def _shared_plugin(value, name: str):
    from distributed.diagnostics.plugin import WorkerPlugin

    class SharedValue(WorkerPlugin):
        """Holds one batch's shared value on a worker (also on workers that join or restart later)."""

        def __init__(self):
            self.value = value
            self.name = name

    return SharedValue()


def share(client, value) -> SharedRef:
    """Install `value` on every worker once, as a worker plugin; returns the reference tasks take.

    A worker plugin (rather than ``scatter``) is kept by the scheduler and given to every worker
    that joins or is restarted later, so a worker that dies takes nothing with it. The value is
    pickled once here. Remove it with :func:`unshare` when the run ends.
    """
    import uuid

    name = f"saed-batch-shared-{uuid.uuid4().hex[:12]}"
    client.register_plugin(_shared_plugin(value, name), name=name)
    return SharedRef(name)


def unshare(client, ref: SharedRef) -> None:
    """Remove a value installed by :func:`share` from the cluster."""
    client.unregister_worker_plugin(ref.name)


def _resolve(shared):
    if isinstance(shared, SharedRef):
        from distributed import get_worker

        return get_worker().plugins[shared.name].value
    return shared


def _window(client) -> int:
    threads = sum(client.nthreads().values()) or 1
    return 2 * threads + 2


def run_frames(client, chunks: Iterable[Chunk], frame_fn, shared, *, on_rows: Callable[[list[Row]], None],
               window: int | None = None, no_workers_timeout_s: float | None = None) -> None:
    """Run `frame_fn` over every frame of `chunks` on `client`'s cluster; `on_rows(rows)` as each task ends.

    Parameters
    ----------
    client : distributed.Client
    chunks : iterable of Chunk
        Consumed lazily: at most `window` tasks are in flight (default twice the worker
        threads plus two).
    frame_fn : callable
        ``frame_fn(image, shared, *, name, frame, context) -> Row``; must be importable by
        the workers (a module-level function).
    shared : object or SharedRef
        Passed to every call of `frame_fn`; install large values once with :func:`share`.
    on_rows : callable
        Called in the client with each finished task's rows (in completion order).
    no_workers_timeout_s : float, optional
        End the run with :class:`NoWorkersError` when the cluster has had no worker this long while
        tasks were left (default :data:`NO_WORKERS_TIMEOUT_S`). The tasks in flight are cancelled;
        rows already handed to `on_rows` stay.

    Notes
    -----
    A task whose worker process dies (Dask retries it elsewhere first, then gives up with
    ``KilledWorker``) is split into single frames, each tried alone twice, so only the frame
    that kills workers gets an error row.
    """
    from distributed import wait
    from distributed.scheduler import KilledWorker

    it = iter(chunks)
    n = window or _window(client)
    pending: dict = {}                      # future key -> (future, chunk, attempt)
    retry: list[tuple[Chunk, int]] = []
    retries_out = [0]                       # single-frame retries in flight (at most one at a time)

    def top_up() -> None:
        while len(pending) < n:
            if retry and retries_out[0] == 0:
                # one suspect frame at a time: a frame that kills its worker must not take a frame
                # queued on the same worker down with it (and get that one blamed)
                item = retry.pop()
                retries_out[0] += 1
            else:
                item = next(((c, 0) for c in it), None)
            if item is None:
                return                        # (a waiting retry goes out when the one in flight ends)
            fut = client.submit(process_chunk, item[0], frame_fn, shared, pure=False)
            pending[fut.key] = (fut, *item)

    def take(fut) -> bool:
        """Hand a finished task's rows on (or plan its retries); False when its rows cannot be fetched now."""
        _, chunk, attempt = pending[fut.key]
        if fut.status == "finished" and not _held(client, fut):
            return False                      # its rows left with its worker: Dask runs it again
        try:
            rows = fut.result(timeout=_FETCH_S)
        except (TimeoutError, asyncio.CancelledError, UnboundLocalError):
            # finished, but its worker left before the rows were fetched: Dask runs it again (or the
            # watchdog ends the run when no worker is left). (distributed 2026.8's sync() can end a
            # timed-out wait with UnboundLocalError instead of TimeoutError: the same case.)
            return False
        except KilledWorker:
            rows = []
            if len(chunk.frames) > 1 or attempt < _SINGLE_FRAME_ATTEMPTS:
                # Dask also blames tasks that were merely queued on a dying worker: try the frames
                # one by one (and each alone once more) before blaming one.
                logger.warning("%s frames %d-%d: a worker died; trying them one by one", chunk.name,
                               chunk.frames[0], chunk.frames[-1])
                retry.extend((chunk.single(k, retried=True), attempt + (len(chunk.frames) == 1))
                             for k in reversed(chunk.frames))
            else:
                rows = [Row(chunk.name, chunk.frames[0],
                            status=error_status("the worker process died on this frame (out of memory?)"),
                            file=chunk.path, file_id=chunk.file_id)]
        del pending[fut.key]
        if chunk.retried:
            retries_out[0] -= 1
        fut.release()
        if rows:
            on_rows(rows)
        return True

    watchdog = _Watchdog(client, NO_WORKERS_TIMEOUT_S if no_workers_timeout_s is None else no_workers_timeout_s)
    top_up()
    while pending:
        try:
            done = wait([f for f, _, _ in pending.values()], timeout=_POLL_S, return_when="FIRST_COMPLETED").done
        except TimeoutError:
            done = ()
        # 'lost' (its worker left before the result was fetched) counts as done for wait() but waits for a
        # recomputation in result(): only finished and failed tasks are taken
        taken = [take(f) for f in sorted(done, key=lambda f: str(f.key)) if f.status in ("finished", "error")]
        if any(taken):
            watchdog.seen_work()
            top_up()
            continue
        if taken:
            time.sleep(_POLL_S)               # finished tasks whose rows are out of reach: not a busy loop
        try:
            watchdog.check()
        except NoWorkersError:
            for fut, _, _ in pending.values():
                fut.cancel()
            raise
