def test_thin_fcc_111_extra_spots_are_labelled_as_one_third_422_positions(tmp_path, capsys):
    img, cal = tmp_path / "e.tif", tmp_path / "e.json"
    img.write_bytes(EXAMPLES.joinpath("grain_E_thin_fcc.tif").read_bytes())
    cal.write_bytes(EXAMPLES.joinpath("grain_E_thin_fcc.json").read_bytes())
    js = tmp_path / "r.json"
    assert main(["index", str(img), "--calibration", str(cal), "--phase", "Co-fcc", "--json", str(js)]) == 0
    out = _plain(capsys.readouterr().out)
    a_nm = 0.35447  # Co-fcc (data/phases.json)
    rows = [line.split() for line in out.splitlines() if "projected HOLZ (from" in line]
    assert len(rows) >= 6
    seen_422 = 0
    for row in rows:
        label, d_calc = row[0], float(row[4])
        m = re.fullmatch(r"⅓\(((?:-?\d){3})\)", label)
        assert m, label  # a one-third position, not a 3-D reflection label
        p = _indices(m.group(1))
        src = _indices(re.search(r"from (\S+)\)", " ".join(row)).group(1))
        n_layer = sum(src)
        assert n_layer != 0 and p == [3 * h - n_layer for h in src]  # 3 (g - (N/3)(1,1,1)) by hand
        assert d_calc == pytest.approx(3 * a_nm / math.sqrt(sum(v * v for v in p)), abs=6e-5)
        seen_422 += sorted(abs(v) for v in p) == [2, 2, 4]
    assert seen_422 >= 6
    # d calc of a 1/3{422} position is 3a/sqrt(24) = 0.2171 nm, not d(200) = a/2 = 0.1772 nm
    assert "0.2171" in out and "0.1772" not in out
    spots = json.loads(js.read_text())["solutions"][0]["indexed_spots"]
    holz = [s for s in spots if s.get("kind") == "holz-projection"]
    assert holz and all(len(s["hkl"]) == 3 for s in holz)  # the JSON keeps the 3-D reflection
    for s in holz:  # ... and adds where it lands: hkl - (N/3)(1,1,1), N = h + k + l, times 3
        assert s["projected_denominator"] == 3 and s["projected_hkl"] == [3 * h - sum(s["hkl"]) for h in s["hkl"]]
    assert all(s["projected_hkl"] is None and s["projected_denominator"] is None
               for s in spots if s["kind"] != "holz-projection")


def test_units_angstrom_in_terminal_and_html(hcp_example, tmp_path, capsys, figure_texts):
    a_nm = 0.25071
    d_1010_ang = 10 * a_nm * math.sqrt(3) / 2  # 2.1712 Å
    assert main(["simulate", "Co-hcp", "--zone", "2", "-1", "-1", "0", "--units", "angstrom"]) == 0
    out = _plain(capsys.readouterr().out)
    head = next(line for line in out.splitlines() if line.strip().startswith("hkl"))
    assert "d Å" in head and "g 1/Å" in head and "nm" not in head
    row = next(line for line in out.splitlines() if line.strip().startswith("01-10 "))
    assert float(row.split()[1]) == pytest.approx(d_1010_ang, abs=6e-4)
    img, cal = hcp_example
    assert main(["index", str(img), "--calibration", str(cal), "--phase", "Co-hcp", "--units", "angstrom",
                 "--report", str(tmp_path), "--overlay", str(tmp_path / "o.png")]) == 0
    # the overlay (drawn for --overlay and again for the report): scale bar and scale in 1/Å, score legend
    assert sum(re.fullmatch(r"[\d.]+ 1/Å", t) is not None for t in figure_texts) == 2
    assert not any("1/nm" in t for t in figure_texts)
    assert sum("not a probability" in t for t in figure_texts) == 2
    out = _plain(capsys.readouterr().out)
    assert "d meas Å" in out and "1/Å per px" in out and " nm" not in out.split("score:")[0]
    page = (tmp_path / "index.html").read_text()
    assert "<th>d meas Å</th>" in page and "<td>2.171</td>" in page
    figure_texts.clear()
    assert main(["spots", str(img), "--calibration", str(cal), "--units", "angstrom",
                 "--overlay", str(tmp_path / "s.png")]) == 0
    out = capsys.readouterr().out
    assert "d = 2.171 Å" in out and "1/Å per px" in out
    assert any("d 2.171 Å" in t for t in figure_texts) and not any("nm" in t for t in figure_texts)
    assert main(["phases", "Co-hcp", "--units", "angstrom"]) == 0
    assert "2.5071" in capsys.readouterr().out


def test_wavelength_is_printed_in_pm_by_every_command(tmp_path, capsys):
    assert main(["simulate", "Co-fcc", "--zone", "0", "0", "1"]) == 0
    assert "lambda 2.5079 pm" in capsys.readouterr().out
    scale = physics.scale_from_camera_inv_nm_per_px(100.0, 14.0, 200.0)
    au = ring_pattern([builtin_phase("Au")], shape_px=(512, 512), scale_inv_nm_per_px=scale, rng=1)
    tifffile.imwrite(tmp_path / "au.tif", np.round(au.image).astype(np.uint16))
    assert main(["calibrate", str(tmp_path / "au.tif"), "--standard", "Au", "--pixel-pitch", "14",
                 "--no-history"]) == 0
    out = capsys.readouterr().out
    assert "lambda = 2.5079 pm" in out and "nm)" not in out.splitlines()[0]


def test_spots_table_puts_m_and_n_in_aligned_columns(hcp_example, capsys):
    img, cal = hcp_example
    assert main(["spots", str(img), "--calibration", str(cal)]) == 0
    lines = capsys.readouterr().out.splitlines()
    k = next(i for i, line in enumerate(lines) if line.split()[:2] == ["m", "n"])
    head = lines[k]
    m_end, n_end = head.index("m") + 1, head.index(" n ") + 2
    rows = [line for line in lines[k + 1:] if line.strip() and not line.strip().startswith("...")]
    assert len(rows) >= 10
    for row in rows:
        assert row[m_end - 1] != " " and row[m_end] == " " and row[n_end - 1] != " ", row


def test_calibrate_list_keeps_the_star_off_the_date_and_names_the_camera_constant_unit(tmp_path, capsys):
    scale = physics.scale_from_camera_inv_nm_per_px(100.0, 14.0, 200.0)
    au = ring_pattern([builtin_phase("Au")], shape_px=(512, 512), scale_inv_nm_per_px=scale, rng=1)
    tifffile.imwrite(tmp_path / "au.tif", np.round(au.image).astype(np.uint16))
    hist = tmp_path / "hist"
    assert main(["calibrate", str(tmp_path / "au.tif"), "--standard", "Au", "--pixel-pitch", "14",
                 "--history", str(hist)]) == 0
    capsys.readouterr()
    assert main(["calibrate", "--list", str(hist)]) == 0
    out = capsys.readouterr().out
    assert "lambda L nm mm" in out
    row = next(line for line in out.splitlines() if "*" in line and "Au" in line)
    assert re.search(r"\* \d{4}-\d\d-\d\d", row), row


def test_summary_table_stays_aligned_with_a_long_zone(hcp_example):
    # [17 -13 -4 18] is a real 4-index zone (17 - 13 - 4 = 0); the ranked table must not shift for it
    import dataclasses

    from saed.calibration import read_calibration_file
    from saed.crystal.notation import text_width
    from saed.image.measure import inspect_file
    from saed.index import index_pattern, prepare_phases
    from saed.report.index_summary import format_summary

    img, cal = hcp_example
    insp = inspect_file(img, read_calibration_file(cal))
    result = index_pattern(insp.measured, prepare_phases([builtin_phase("Co-hcp")]), top=3)
    best = result.solutions[0]
    long = dataclasses.replace(best, zone_axis_4=(17, -13, -4, 18), score=0.5)
    result = dataclasses.replace(result, solutions=(best, long))
    for style in ("unicode", "plain"):
        lines = format_summary(result, image="x.tif", style=style).splitlines()
        k = next(i for i, line in enumerate(lines) if line.startswith("rank"))
        head, rows = lines[k], lines[k + 1:k + 3]
        score_end = text_width(head[:head.index("score") + len("score")])
        for row, sol in zip(rows, result.solutions):
            cell = f"{sol.score:.2f}"
            assert text_width(row[:row.index(cell) + len(cell)]) == score_end, (style, row)
            zone_start = text_width(row[:row.index("[")])
            assert zone_start == text_width(head[:head.index("zone")]), (style, row)
        assert len({text_width(r) for r in [head] + rows}) == 1  # the last, right-aligned column ends together
        assert "17 -13 -4 18" in rows[1] or "17 1\u03053\u0305 4\u0305 18" in rows[1]
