def _anisotropy(lin: np.ndarray) -> tuple[float, float]:
    """Axis ratio - 1 (percent) of the fitted map and the azimuth of its long axis (deg)."""
    uu, sv, vt = np.linalg.svd(lin)
    major = uu[:, 0]
    return float(100.0 * (sv[0] / sv[1] - 1.0)), float(math.degrees(math.atan2(major[1], major[0])) % 180.0)


def _holz_projections(pt: PhaseIndexTable, zp, uvw, u0: np.ndarray):
    """Projected positions (zone frame, 1/nm) of the first higher-order layers, where thin foils show spots.

    Only for stacking-direction zones: the reciprocal layers lie closer than
    HOLZ_LAYER_SPACING_MAX_INV_NM and the projection of a first-layer point is a 1/2 or 1/3
    fraction of a zero-layer lattice vector (fcc <111>: the 1/3{422} positions). Elsewhere the
    projections would be a dense, meaningless net.
    """
    empty = (np.zeros((0, 2)), np.zeros((0, 3), np.int64))
    if zp.layer_spacing_inv_nm > HOLZ_LAYER_SPACING_MAX_INV_NM:
        return empty
    n_layer = pt.hkl @ np.asarray(uvw)
    p = zp.layer_multiplicity
    sel = pt.allowed & (np.abs(n_layer) >= p) & (np.abs(n_layer) <= 2 * p)
    if not np.any(sel):
        return empty
    q = (pt.g_cart_inv_nm[sel] @ u0.T)[:, :2]
    zolz = np.asarray(zp.xy_inv_nm)[zp.laue_zone == 0]
    first = np.flatnonzero(np.abs(n_layer[sel]) == p)
    if len(first) == 0 or len(zolz) == 0:
        return empty
    shift = q[first[np.argmin(np.linalg.norm(q[first], axis=1))]]
    lattice_like = False
    for m in (2, 3):
        d = np.min(np.linalg.norm(zolz - m * shift[None, :], axis=1))
        if d < 1e-3 * max(1.0, float(np.linalg.norm(m * shift))) or np.linalg.norm(m * shift) < 1e-9:
            lattice_like = True
            break
    if not lattice_like:
        return empty
    # drop projections that coincide with zero-layer reflections
    dz = np.min(np.linalg.norm(q[:, None, :] - zolz[None, :, :], axis=2), axis=1)
    keep = dz > 1e-3
    return q[keep], pt.hkl[sel][keep]
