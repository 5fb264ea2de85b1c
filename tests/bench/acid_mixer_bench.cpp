// The acid mixer benchmark of docs/performance.md: one solve of the acid_mixer module through the
// unit ABI, as a host calls it — 98 wt % H2SO4 let down adiabatically with water at 25 °C, to about
// 20 wt % (below boiling) and to about 50 wt % (boiling, steam flashed), with the mixing path of 21
// points and with the shortest path (2 points) to show what the path costs. Measures only.
#include <benchmark/benchmark.h>

#include <protonflow/unit_host.hpp>

#include <array>
#include <cstdint>
#include <string>
#include <vector>

namespace host = protonflow::unit_host;

namespace {

const host::Slate slate{{"H2O", "H2SO4"}, {}};
constexpr double mol_per_kg_water = 1.0 / 0.018015268;  // IAPWS-95 M(H2O)
constexpr double molar_mass_h2so4 = 0.0980785;          // kg/mol, python3-periodictable

host::StreamState liquor(double kg_per_s, double acid_fraction) {
  host::StreamState state = host::empty_stream(slate);
  state.temperature = 298.15;
  state.pressure = 101325.0;
  state.flows[0] = kg_per_s * (1.0 - acid_fraction) * mol_per_kg_water;
  state.flows[1] = kg_per_s * acid_fraction / molar_mass_h2so4;
  return state;
}

// 1 kg/s of 98 % acid into `water` kg/s of water.
void dilution(benchmark::State& state, double water, double path_points) {
  const host::Module module(ACID_MIXER_MODULE);
  auto mixer = module.create("acid_mixer", std::vector<host::ParameterValue>{{"path_points", path_points}}, slate);
  const std::vector<host::StreamState> inlets{liquor(water, 0.0), liquor(1.0, 0.98)};
  std::vector<host::StreamState> outlets(1);
  const std::array<std::uint32_t, 1> feeds{2};
  const std::array<std::uint32_t, 1> one{1};
  for (auto _ : state) {
    const host::Solution solution = mixer.solve(inlets, feeds, outlets, one);
    benchmark::DoNotOptimize(solution.results.data());
  }
  state.counters["outlet_K"] = outlets[0].temperature;
}
BENCHMARK_CAPTURE(dilution, to_20_percent_path_21, 3.9, 21.0)->Unit(benchmark::kMicrosecond);
BENCHMARK_CAPTURE(dilution, to_20_percent_path_2, 3.9, 2.0)->Unit(benchmark::kMicrosecond);
BENCHMARK_CAPTURE(dilution, to_50_percent_boiling_path_21, 0.96, 21.0)->Unit(benchmark::kMicrosecond);

}  // namespace

BENCHMARK_MAIN();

+ + + + + + +

[WHAT TO WORK ON]
Check each line of the entries above for the string "layers", and return those that contain it.

[WRITTEN REPLY]
    """Projected positions (zone frame, 1/nm) of the first higher-order layers, where thin foils show spots.
    Only for stacking-direction zones: the reciprocal layers lie closer than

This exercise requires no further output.